This is a really good video. Thanks! But in your examples, I think some parts were better with some reflection, when you removed the reflection it looked more flat. Maybe a middle is better. Actually on the living room the after pic is definitely with a flash or something, the light and shadows look way different. It's a bit misleading to use that as an example. In my opinion flat light like that does not look better. When I started out with RE photo I was turning on all lights in the room, but eventually found it was better to let the natural light do the main work, it made for more pleasant looking shadows and even walls, without these bloom spots on the walls from this one strong lamp. Definitely polarizing is good some times, but I'd be careful to not overdo it.
The first video I see of someone explaining why this is a great tool. I'm switching from environmental photography to do interior architectural photo, and it really drew me off why the salesman at a very reputable camera store in NY would not get why I need a good polarized filter and only wide lenses that can work with it. ... Thanks for sharing this. I was beginning to think I was crazy
I live in Florida, Hurricane proof windows have UV film inside that works TERRIBLY with Polarizer filters. Glass looks all smudged and gross. It's impossible to use it for floors because once you remove it you move your camera too much
Honestly it's a tough call because I have not tried them all, but I can give you some advice I have noticed to be true over time for my personal workflow. 1) Quality is directly associated with price for polarizers and ND filters. The cheaper ones tend to have lots of issues with banding and the vignetting you brought up. 2) I recommend buying one that fits your largest piece of glass and using step down filters. This allows you to spend more on 1 nice filter and use it across all your other lenses with stepdowns and it helps remove some of that vignetting by only shooting through the middle of the lens. I personally recommend the wonderpana system, but I have also used the big Lee filters and the Peter McKinnon colab with Polar Pro. They are all expensive options, but the quality of the image you produce with them compared to the cheap K&F brand is night and day.
Hey! Great video - do you still implement the CPL in your workflow? If so, is it mainly for HDR or do you use flash with the CPL as well? I tried using flash with a CPL once, but I had to crank my ad 200 up to full power even for medium size rooms to offset the loss of stops of light. Was debating if the CPL really is a game changer and if I need to upgrade to an ad600. Thanks!
Good question and I do still use it. Not only does it help my workflow for hardwoods and shiny surfaces, when I show up with this giant one agent and homeowners all still get impressed. What kind of camera are you shooting on? I use the A7iv and typically im shooting f7, iso 600 and about 1/50 as a starting point and my AD200 is between 1/16(small bathrooms) 1/8(regular bathrooms) 1/4(bedrooms) 1/2(living rooms)

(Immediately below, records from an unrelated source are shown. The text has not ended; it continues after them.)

class EdgeSink:
    """Checks edge blocks and collects them into growing int32/float64 buffers.

    Each block reports its first bad record; checks run on whole blocks with
    numpy, and when several records are bad the earliest one is reported.

    The buffers are numpy arrays with spare room at the end: they grow in
    place (``realloc``) by a sixteenth, or at once to a size the reader
    expects (:meth:`reserve`, whose untouched room costs no resident memory),
    and :meth:`table` trims them, so the table holds the edges without a copy.

    With a ``fold`` (the upload's duplicate rule), repeated edges are merged
    whenever the buffers hold :data:`FOLD_MIN` edges and twice as many as
    after the last merge, so memory follows the distinct edges, not the
    records: 25 million rows over a thousand edges hold a million at most.
    Every rule folds in parts to the same result as at once (sums and
    products are associative; the last record of an edge stays last).
    """

    def __init__(
        self,
        interner: Interner,
        opts: EdgeOptions,
        *,
        unit: Unit = "line",
        limits: SizeLimits | None = None,
        fold: Fold | None = None,
    ) -> None:
        self.interner = interner
        self.opts = opts
        self.unit: Unit = unit
        self.limits = DEFAULT_LIMITS if limits is None else limits
        self.fold = fold
        self.fold_at = FOLD_MIN
        self.src: NDArray[np.int32] = np.empty(0, np.int32)
        self.dst: NDArray[np.int32] = np.empty(0, np.int32)
        self.weight: NDArray[np.float64] | None = None
        self.probability: NDArray[np.float64] | None = None
        self.records = 0  # records read
        self.m = 0  # edges in the buffers (fewer than records once repeats are folded)

    def _columns(self) -> list[str]:
        return [c for c in ("src", "dst", "weight", "probability") if getattr(self, c) is not None]

    def reserve(self, rows: int) -> None:
        """Make room for ``rows`` edges in all (a hint, e.g. from the body's size).

        Fresh arrays of that size take address space only: their pages become
        resident as edges are written into them.
        """
        if self.fold is not None:
            rows = min(rows, self.fold_at + BLOCK_RECORDS)  # folding keeps the buffers short
        if rows <= self.src.shape[0]:
            return
        for c in self._columns():
            old = getattr(self, c)
            new = np.empty(rows, dtype=old.dtype)
            new[: self.m] = old[: self.m]
            setattr(self, c, new)

    def _room(self, rows: int) -> None:
        """Grow the buffers in place to hold ``rows`` edges (new room is zeroed)."""
        cap = self.src.shape[0]
        if rows <= cap:
            return
        cap = max(rows, cap + (cap >> 4) + 1024)
        for c in self._columns():
            getattr(self, c).resize(cap, refcheck=False)  # no view of a buffer outlives a call

    def add(
        self,
        ids: list[str],
        weight: Sequence[object] | None,
        probability: Sequence[object] | None,
        locate: Locate,
    ) -> None:
        """Add ``len(ids) // 2`` edges; ``ids`` interleaves source, target per record.

        ``locate(i)`` gives the line (or record) number of block record ``i``.
        """
        rows = len(ids) // 2
        if rows == 0:
            return
        opts = self.opts
        # (row, column, reason, value, (length, limit) for a value too long)
        faults: list[tuple[int, str, str, object, tuple[int, int] | None]] = []
        if "" in ids:
            pos = ids.index("")
            col = opts.source if pos % 2 == 0 else opts.target
            faults.append((pos // 2, col, "empty node id", None, None))
        id_chars = self.limits.id_chars
        pos = first_too_long(ids, id_chars)
        if pos >= 0:
            col = opts.source if pos % 2 == 0 else opts.target
            faults.append((pos // 2, col, id_too_long(id_chars), ids[pos], (len(ids[pos]), id_chars)))
        for col, cells in ((opts.weight_column, weight), (opts.probability_column, probability)):
            i = -1 if cells is None else first_too_long(cells, MAX_NUMBER_CHARS)
            if i >= 0 and cells is not None:
                cell = str(cells[i])
                faults.append((i, col, NUMBER_TOO_LONG, cell, (len(cell), MAX_NUMBER_CHARS)))
        w = None
        if weight is not None:
            w = to_floats(weight)
            i = _first(~((w > 0.0) & (w < math.inf)))
            if i >= 0:
                faults.append((i, opts.weight_column, "must be a positive number", weight[i], None))
        p = None
        if probability is not None:
            p = to_floats(probability)
            i = _first(~((p >= 0.0) & (p <= 1.0)))
            if i >= 0:
                faults.append(
                    (i, opts.probability_column, "must be a number in [0, 1]", probability[i], None)
                )
        cut = min((f[0] for f in faults), default=rows)
        codes = self.interner.intern_many(ids if cut == rows else ids[: 2 * cut])
        s, d = codes[0::2], codes[1::2]
        if not opts.allow_self_loops:
            i = _first(s == d)
            if i >= 0:
                faults.append(
                    (i, opts.target, "self-loop (source equals target) not allowed", ids[2 * i], None)
                )
        if faults:
            row, col, reason, value, size = min(faults, key=lambda f: f[0])
            text = None if value is None else str(value)
            if size is not None:
                raise TooLong(reason, line=locate(row), column=col, value=text, unit=self.unit,
                              length=size[0], limit=size[1])
            raise UploadError(reason, line=locate(row), column=col, value=text, unit=self.unit)
        r0, r1 = self.m, self.m + rows
        if w is not None and self.weight is None:
            # JSON records may leave the weight out: earlier edges weigh 1.
            self.weight = np.empty(self.src.shape[0])
            self.weight[:r0] = 1.0
        if w is None and self.weight is not None:
            w = np.ones(rows)
        if p is not None and self.probability is None:
            if self.records:
                raise UploadError(
                    "probability given for some edges but not for this one",
                    line=locate(0),
                    column=opts.probability_column,
                    unit=self.unit,
                )
            self.probability = np.empty(self.src.shape[0])
        if p is None and self.probability is not None:
            raise UploadError(
                "probability missing (earlier edges have one)",
                line=locate(0),
                column=opts.probability_column,
                unit=self.unit,
            )
        self._room(r1)
        self.src[r0:r1] = s
        self.dst[r0:r1] = d
        if w is not None:
            self.weight[r0:r1] = w  # type: ignore[index]
        if p is not None:
            self.probability[r0:r1] = p  # type: ignore[index]
        self.records += rows
        self.m = r1
        if self.fold is not None and r1 >= self.fold_at:
            self._fold()

    def _fold(self) -> None:
        """Merge repeated edges in the buffers by the upload's rule (see the class notes)."""
        assert self.fold is not None
        n = self.m
        if self.weight is None:  # counts come out of merging: weights from here on
            self.weight = np.empty(self.src.shape[0])
            self.weight[:n] = 1.0
        prob = None if self.probability is None else self.probability[:n]
        s, d, w, p = self.fold(self.src[:n], self.dst[:n], self.weight[:n], prob)
        k = int(s.shape[0])
        self.src[:k] = s
        self.dst[:k] = d
        self.weight[:k] = w
        if p is not None and self.probability is not None:
            self.probability[:k] = p
        del s, d, w, p, prob
        self.m = k
        self.fold_at = max(FOLD_MIN, 2 * k)

    def table(self) -> EdgeTable:
        """The collected edges; :class:`EmptyUpload` when there are none.

        The table takes the buffers (trimmed in place); the sink is spent.
        """
        if not self.records:
            raise EmptyUpload("the upload holds no edges", unit=self.unit)
        n = self.m
        for c in self._columns():
            getattr(self, c).resize(n, refcheck=False)  # shrinking realloc: no copy
        weight = np.ones(n) if self.weight is None else self.weight
        return EdgeTable(
            src=self.src,
            dst=self.dst,
            weight=weight,
            probability=self.probability,
            records=self.records,
        )


NUMBER_TOO_LONG = (
    f"a number longer than {MAX_NUMBER_CHARS} characters: "
    "send amounts in plain decimal notation (for example 12.5 or 3e-4)"
)


def id_too_long(limit: int) -> str:
    return (
        f"node id longer than {limit} characters: use a shorter key for each person "
        "(an account handle or a number) and put longer text in a node column"
    )


def json_id(v: object) -> str:
    """A node id from a JSON (or GraphML) value: strings as they are, integers as decimals."""
    if isinstance(v, str):
        if "\x00" in v:
            raise ValueError("NUL character not allowed")
        return v
    if isinstance(v, int) and not isinstance(v, bool):
        return str(v)
    raise ValueError("node id must be a string or an integer")


# ---------------------------------------------------------------- node attributes


def parse_consent(v: object) -> int:
    """1, 0 or -1 (missing) from a consent cell or JSON value; ValueError otherwise."""
    if v is None:
        return -1
    if isinstance(v, bool):
        return int(v)
    if isinstance(v, int) and v in (0, 1):
        return v
    if isinstance(v, str):
        word = v.strip().lower()
        if not word:
            return -1
        if word in CONSENT_WORDS:
            return CONSENT_WORDS[word]
    raise ValueError("must be one of true/false, yes/no, y/n, 1/0")


def parse_amount(v: object) -> float:
    """A finite number >= 0 (cost, value), NaN when missing; ValueError otherwise."""
    if v is None or v == "":
        return math.nan
    x = _float_or_nan(v)
    if not (x >= 0.0 and x < math.inf):
        raise ValueError("must be a finite number >= 0")
    return x


def parse_label(v: object) -> str | None:
    """A category or label string (JSON integers become decimal text)."""
    if v is None or v == "":
        return None
    if isinstance(v, str):
        return v
    if isinstance(v, int) and not isinstance(v, bool):
        return str(v)
    raise ValueError("must be a string")


def parse_extra(v: object) -> str | None:
    """Any other column, kept as text (JSON values other than strings as JSON)."""
    if v is None or v == "":
        return None
    if isinstance(v, str):
        return v
    if isinstance(v, float) and not math.isfinite(v):
        raise ValueError("must be a finite number: this one overflows (write it as text to keep it)")
    return json.dumps(v, ensure_ascii=False, allow_nan=False)


_T = TypeVar("_T")


def _put(col: list[_T | None], n: int, cell: _T | None) -> None:
    """Set record ``n`` of a column, filling earlier records that left it out with None."""
    col.extend([None] * (n - len(col)))
    col.append(cell)
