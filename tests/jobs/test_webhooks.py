"""Webhooks: URL safety, Standard Webhooks signatures, pinned delivery with retry to a receiver on 127.0.0.1.

Signatures are checked with the specification's reference library
(``standardwebhooks``), the one a receiver would use.
"""

from __future__ import annotations

import base64
import ipaddress
import json
import ssl
import subprocess
import threading
import time
from datetime import UTC, datetime, timedelta
from http.server import BaseHTTPRequestHandler, ThreadingHTTPServer
from pathlib import Path
from typing import Any

import httpx
import pytest
from sqlalchemy.orm import Session, sessionmaker
from standardwebhooks import Webhook as Verifier
from standardwebhooks import WebhookVerificationError

from service.jobs import webhooks as wh
from service.jobs.clock import FakeClock
from service.jobs.errors import UnsafeWebhookUrl
from storage.models import Webhook as WebhookRow
from storage.repo import jobs as jr
from storage.repo import webhooks as wr


def fake_dns(table: dict[str, list[str]], calls: list[str] | None = None):  # type: ignore[no-untyped-def]
    """A resolver from a table; address literals resolve to themselves, as getaddrinfo does."""

    def resolve(host: str, port: int) -> list[str]:
        if calls is not None:
            calls.append(host)
        try:
            return [str(ipaddress.ip_address(host))]
        except ValueError:
            pass
        if host not in table:
            raise OSError("no such host")
        return table[host]

    return resolve


DNS = fake_dns(
    {
        "hooks.example.com": ["93.184.216.34"],
        "internal.example.com": ["10.1.2.3"],
        "mixed.example.com": ["93.184.216.34", "192.168.0.9"],
        "metadata.example.com": ["169.254.169.254"],
        "v6.example.com": ["2606:2800:220:1:248:1893:25c8:1946"],
        "mapped.example.com": ["::ffff:127.0.0.1"],
        "sixtofour.example.com": ["2002:7f00:1::1"],
        "localhost": ["127.0.0.1", "::1"],
        "cgnat.example.com": ["100.64.1.1"],
    }
)
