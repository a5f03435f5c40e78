// Shared by the benchmarks: medians of repeated timings.

/** Median of a list of numbers (NaN when empty). */
export function median(xs: readonly number[]): number {
	const s = [...xs].sort((a, b) => a - b);
	if (s.length === 0) return NaN;
	const m = Math.floor(s.length / 2);
	return s.length % 2 ? (s[m] ?? NaN) : ((s[m - 1] ?? 0) + (s[m] ?? 0)) / 2;
}

/** Median wall time of `run` in milliseconds after a short warm-up. */
export function measureMedianMs(run: () => void, repeats: number): number {
	for (let i = 0; i < Math.min(50, repeats); i++) run();
	const times: number[] = [];
	for (let i = 0; i < repeats; i++) {
		const start = performance.now();
		run();
		times.push(performance.now() - start);
	}
	return median(times);
}
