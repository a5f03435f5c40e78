#!/usr/bin/env python3
"""Floor pass for bench/program.bench.ts: read every visibility of a bundle and multiply it by a
gain product g[ant1] * conj(g[ant2]), chunk by chunk. Prints the elapsed seconds as JSON."""
import json
import sys
import time

import numpy as np

start = time.perf_counter()
with np.load(sys.argv[1], allow_pickle=False) as bundle:
    vis = bundle["vis"]
    ant1 = bundle["ant1"]
    ant2 = bundle["ant2"]
    n_ant = len(bundle["antenna_name"])
gain = (np.ones((n_ant, vis.shape[2])) * np.exp(0.1j)).astype(np.complex64)
step = max(1, (1 << 19) // (vis.shape[1] * vis.shape[2]))
for s in range(0, vis.shape[0], step):
    rows = slice(s, s + step)
    product = gain[ant1[rows]] * np.conj(gain[ant2[rows]])
    block = vis[rows]
    for k in range(vis.shape[2]):  # per correlation: the fast way to broadcast along channels
        view = block[:, :, k]
        view *= product[:, k, None]
print(json.dumps({"seconds": time.perf_counter() - start}))
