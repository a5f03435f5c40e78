#!/usr/bin/env python3
"""Runs a command and prints its wall time and peak resident memory (children's ru_maxrss) as JSON.

  python3 program_measure.py CMD [ARGS...]
"""
import json
import resource
import subprocess
import sys
import time

start = time.perf_counter()
done = subprocess.run(sys.argv[1:], stdout=subprocess.PIPE, stderr=subprocess.PIPE, text=True)
elapsed = time.perf_counter() - start
usage = resource.getrusage(resource.RUSAGE_CHILDREN)
print(json.dumps({"seconds": elapsed, "max_rss_kb": usage.ru_maxrss, "status": done.returncode, "stderr": done.stderr[-2000:], "stdout": done.stdout[-4000:]}))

Good to know, thanks for the reply. I’m shooting on an a7R IV at f7.1 and iso320 since you can see more noise in the R line with the more megapixels. Maybe the iso is too low? But I constantly find myself shooting at full power and most times wanting more power, so I’m not sure if those settings I need a more powerful flash
@@Hhart94 I'm sure the ISO has a big deal to do with it. I can shoot up to 800-1000 ISO before seeing even the slightest bit of noise that's noticeable for the MLS images
how does it work when using the filter in bracket shooting? I would assume that finding a "happy medium" is the best approach in bracket mode. Any additional info or tips on polarize filter combine with bracket shooting would be cool.
Enjoying your channel Jeremy. I’m looking into a Laowa 15mm but worried about that heavy gradation/vignetting I see in wide angle examples elsewhere . Have you had success with any other polarizers on a wide angle or only that Wonderpana?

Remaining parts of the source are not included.